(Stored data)
-- Opening Marker --

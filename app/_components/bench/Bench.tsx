"use client";

import { useEffect, useMemo, useState, useSyncExternalStore } from "react";
import { CopyButton } from "../actions/CopyButton";
import { CodeBlock } from "../code/CodeBlock";
import { requestSamples } from "../code/requestSamples";
import { ChecksList } from "../data/ChecksList";
import { ResultHead } from "../data/ResultHead";
import { WorkingTable } from "../data/WorkingTable";
import { Figure } from "../figures/Figure";
import { UncertaintyBars } from "../figures/UncertaintyBars";
import { unitSymbol } from "../format/number";
import { Notice } from "../layout/Notice";
import { SectionHead } from "../layout/SectionHead";
import { Tabs } from "../layout/Tabs";
import { BenchFields } from "./BenchFields";
import { BLANK_SHEET, BLANK_UNITS, fragmentOf, sheetFrom, unreadable, type BenchSheet } from "./benchSheet";
import { calculate, fittedLines } from "./calculate";
import { ReadingsSheet } from "./ReadingsSheet";
import { SaveAsRecord } from "./SaveAsRecord";

/** A drawing set for a page, and for a telephone. */
const WIDE = 540;
const NARROW = 360;
const NARROW_SCREEN = "(max-width: 640px)";

interface BenchProps {
  /** Projects that a sheet can be kept in; null for those who may not. */
  projects: { id: string; name: string }[] | null;
}

/** A calculation tried by hand: plan, figure and answer follow every key, computed by the engine right here. */
export function Bench({ projects }: BenchProps) {
  const [sheet, setSheet] = useState<BenchSheet>(BLANK_SHEET);
  useFragment(sheet, setSheet);
  const isNarrow = useSyncExternalStore(onScreenChange, () => matchMedia(NARROW_SCREEN).matches, () => false);
  const origin = useSyncExternalStore(() => () => {}, () => location.origin, () => "");
  const outcome = useMemo(() => calculate(sheet, isNarrow ? NARROW : WIDE), [sheet, isNarrow]);
  const { request, answer, holes, figure, faults } = outcome;
  const lines = holes ? fittedLines(sheet.lines, holes) : sheet.lines;
  const suspected = new Set(answer?.checks.find(({ code, passed }) => code === "possible_slip" && !passed)?.at?.map(({ line, point }) => `${line}/${point}`));
  const units = BLANK_UNITS[sheet.units];

  return (
    <div className="grid grid-cols-[minmax(0,1fr)] gap-6">
      <BenchFields sheet={sheet} wrong={unreadable(sheet)} onChange={(change) => setSheet({ ...sheet, ...change })} />
      {faults.length > 0 && (
        <Notice kind="failure" title="This cannot be" live>
          <ul>
            {faults.map(({ code, detail }) => (
              <li key={code}>{detail}</li>
            ))}
          </ul>
        </Notice>
      )}
      <div className="grid gap-6 xl:grid-cols-[auto_minmax(0,1fr)]">
        <section aria-label="Readings" className="min-w-0">
          {lines.length > 0 && <ReadingsSheet lines={lines} unit={unitSymbol(sheet.kind === "velocity" ? units.velocity : units.pressure)} suspected={suspected} onChange={(next) => setSheet({ ...sheet, lines: next })} />}
        </section>
        <section aria-label="Figure" className="min-w-0">
          {figure ? <Figure svg={figure} /> : <p className="text-muted">The drawing stands here once the duct is described.</p>}
        </section>
      </div>
      {answer && request && (
        <>
          <ResultHead result={answer} />
          <ChecksList checks={answer.checks} />
          <Tabs
            label="The calculation"
            tabs={[
              { id: "working", label: "Working", content: <WorkingTable steps={answer.working ?? []} maxHeight="24rem" /> },
              { id: "uncertainty", label: "Uncertainty", content: <UncertaintyBars {...answer.uncertainty} /> },
              { id: "request", label: "Request", content: <CodeBlock title="Request" hideTitle maxHeight="24rem" samples={requestSamples({ method: "POST", url: `${origin}/api/v1/calculations/airflow`, body: request })} /> },
            ]}
          />
        </>
      )}
      <section aria-labelledby="keep" className="no-print">
        <SectionHead id="keep">Keep it</SectionHead>
        <div className="grid gap-5 md:grid-cols-2">
          <div>
            <p className="mb-2 text-muted">The link holds the whole sheet behind its # and is sent to no server. Nothing of it is stored.</p>
            <CopyButton text={`${origin}/bench${fragmentOf({ ...sheet, lines })}`} what="link" />
          </div>
          {projects && <SaveAsRecord projects={projects} request={request} enterFrom={sheet.enterFrom} />}
        </div>
      </section>
    </div>
  );
}

function onScreenChange(listener: () => void): () => void {
  const query = matchMedia(NARROW_SCREEN);
  query.addEventListener("change", listener);
  return () => query.removeEventListener("change", listener);
}

/** Takes the sheet from the address at first, and keeps the address up with it, so that a reload loses nothing. */
function useFragment(sheet: BenchSheet, setSheet: (sheet: BenchSheet) => void): void {
  const [taken, setTaken] = useState(false);
  useEffect(() => {
    const take = (): void => setSheet(sheetFrom(location.hash) ?? BLANK_SHEET);
    // The address is known only in the browser, after the page from the server has been shown as it was.
    queueMicrotask(() => {
      take();
      setTaken(true);
    });
    // A link to another sheet, opened where the Bench is open already.
    addEventListener("hashchange", take);
    return () => removeEventListener("hashchange", take);
  }, [setSheet]);
  useEffect(() => {
    if (taken) history.replaceState(null, "", sheet === BLANK_SHEET ? location.pathname : fragmentOf(sheet));
  }, [sheet, taken]);
}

-- Closing Marker --

*EXERCISE DESCRIPTION:* Every line above should be transcribed exactly.

*TASK SOLUTION:*
filename app/_components/bench/Bench.tsx
"use client";

import { useEffect, useMemo, useState, useSyncExternalStore } from "react";
import { CopyButton } from "../actions/CopyButton";
import { CodeBlock } from "../code/CodeBlock";
import { requestSamples } from "../code/requestSamples";
import { ChecksList } from "../data/ChecksList";
import { ResultHead } from "../data/ResultHead";
import { WorkingTable } from "../data/WorkingTable";
import { Figure } from "../figures/Figure";
import { UncertaintyBars } from "../figures/UncertaintyBars";
import { unitSymbol } from "../format/number";
import { Notice } from "../layout/Notice";
import { SectionHead } from "../layout/SectionHead";
import { Tabs } from "../layout/Tabs";
import { BenchFields } from "./BenchFields";
import { BLANK_SHEET, BLANK_UNITS, fragmentOf, sheetFrom, unreadable, type BenchSheet } from "./benchSheet";
import { calculate, fittedLines } from "./calculate";
import { ReadingsSheet } from "./ReadingsSheet";
import { SaveAsRecord } from "./SaveAsRecord";

/** A drawing set for a page, and for a telephone. */
const WIDE = 540;
const NARROW = 360;
const NARROW_SCREEN = "(max-width: 640px)";

interface BenchProps {
  /** Projects that a sheet can be kept in; null for those who may not. */
  projects: { id: string; name: string }[] | null;
}

/** A calculation tried by hand: plan, figure and answer follow every key, computed by the engine right here. */
export function Bench({ projects }: BenchProps) {
  const [sheet, setSheet] = useState<BenchSheet>(BLANK_SHEET);
  useFragment(sheet, setSheet);
  const isNarrow = useSyncExternalStore(onScreenChange, () => matchMedia(NARROW_SCREEN).matches, () => false);
  const origin = useSyncExternalStore(() => () => {}, () => location.origin, () => "");
  const outcome = useMemo(() => calculate(sheet, isNarrow ? NARROW : WIDE), [sheet, isNarrow]);
  const { request, answer, holes, figure, faults } = outcome;
  const lines = holes ? fittedLines(sheet.lines, holes) : sheet.lines;
  const suspected = new Set(answer?.checks.find(({ code, passed }) => code === "possible_slip" && !passed)?.at?.map(({ line, point }) => `${line}/${point}`));
  const units = BLANK_UNITS[sheet.units];

  return (
    <div className="grid grid-cols-[minmax(0,1fr)] gap-6">
      <BenchFields sheet={sheet} wrong={unreadable(sheet)} onChange={(change) => setSheet({ ...sheet, ...change })} />
      {faults.length > 0 && (
        <Notice kind="failure" title="This cannot be" live>
          <ul>
            {faults.map(({ code, detail }) => (
              <li key={code}>{detail}</li>
            ))}
          </ul>
        </Notice>
      )}
      <div className="grid gap-6 xl:grid-cols-[auto_minmax(0,1fr)]">
        <section aria-label="Readings" className="min-w-0">
          {lines.length > 0 && <ReadingsSheet lines={lines} unit={unitSymbol(sheet.kind === "velocity" ? units.velocity : units.pressure)} suspected={suspected} onChange={(next) => setSheet({ ...sheet, lines: next })} />}
        </section>
        <section aria-label="Figure" className="min-w-0">
          {figure ? <Figure svg={figure} /> : <p className="text-muted">The drawing stands here once the duct is described.</p>}
        </section>
      </div>
      {answer && request && (
        <>
          <ResultHead result={answer} />
          <ChecksList checks={answer.checks} />
          <Tabs
            label="The calculation"
            tabs={[
              { id: "working", label: "Working", content: <WorkingTable steps={answer.working ?? []} maxHeight="24rem" /> },
              { id: "uncertainty", label: "Uncertainty", content: <UncertaintyBars {...answer.uncertainty} /> },
              { id: "request", label: "Request", content: <CodeBlock title="Request" hideTitle maxHeight="24rem" samples={requestSamples({ method: "POST", url: `${origin}/api/v1/calculations/airflow`, body: request })} /> },
            ]}
          />
        </>
      )}
      <section aria-labelledby="keep" className="no-print">
        <SectionHead id="keep">Keep it</SectionHead>
        <div className="grid gap-5 md:grid-cols-2">
          <div>
            <p className="mb-2 text-muted">The link holds the whole sheet behind its # and is sent to no server. Nothing of it is stored.</p>
            <CopyButton text={`${origin}/bench${fragmentOf({ ...sheet, lines })}`} what="link" />
          </div>
          {projects && <SaveAsRecord projects={projects} request={request} enterFrom={sheet.enterFrom} />}
        </div>
      </section>
    </div>
  );
}

function onScreenChange(listener: () => void): () => void {
  const query = matchMedia(NARROW_SCREEN);
  query.addEventListener("change", listener);
  return () => query.removeEventListener("change", listener);
}

/** Takes the sheet from the address at first, and keeps the address up with it, so that a reload loses nothing. */
function useFragment(sheet: BenchSheet, setSheet: (sheet: BenchSheet) => void): void {
  const [taken, setTaken] = useState(false);
  useEffect(() => {
    const take = (): void => setSheet(sheetFrom(location.hash) ?? BLANK_SHEET);
    // The address is known only in the browser, after the page from the server has been shown as it was.
    queueMicrotask(() => {
      take();
      setTaken(true);
    });
    // A link to another sheet, opened where the Bench is open already.
    addEventListener("hashchange", take);
    return () => removeEventListener("hashchange", take);
  }, [setSheet]);
  useEffect(() => {
    if (taken) history.replaceState(null, "", sheet === BLANK_SHEET ? location.pathname : fragmentOf(sheet));
  }, [sheet, taken]);
}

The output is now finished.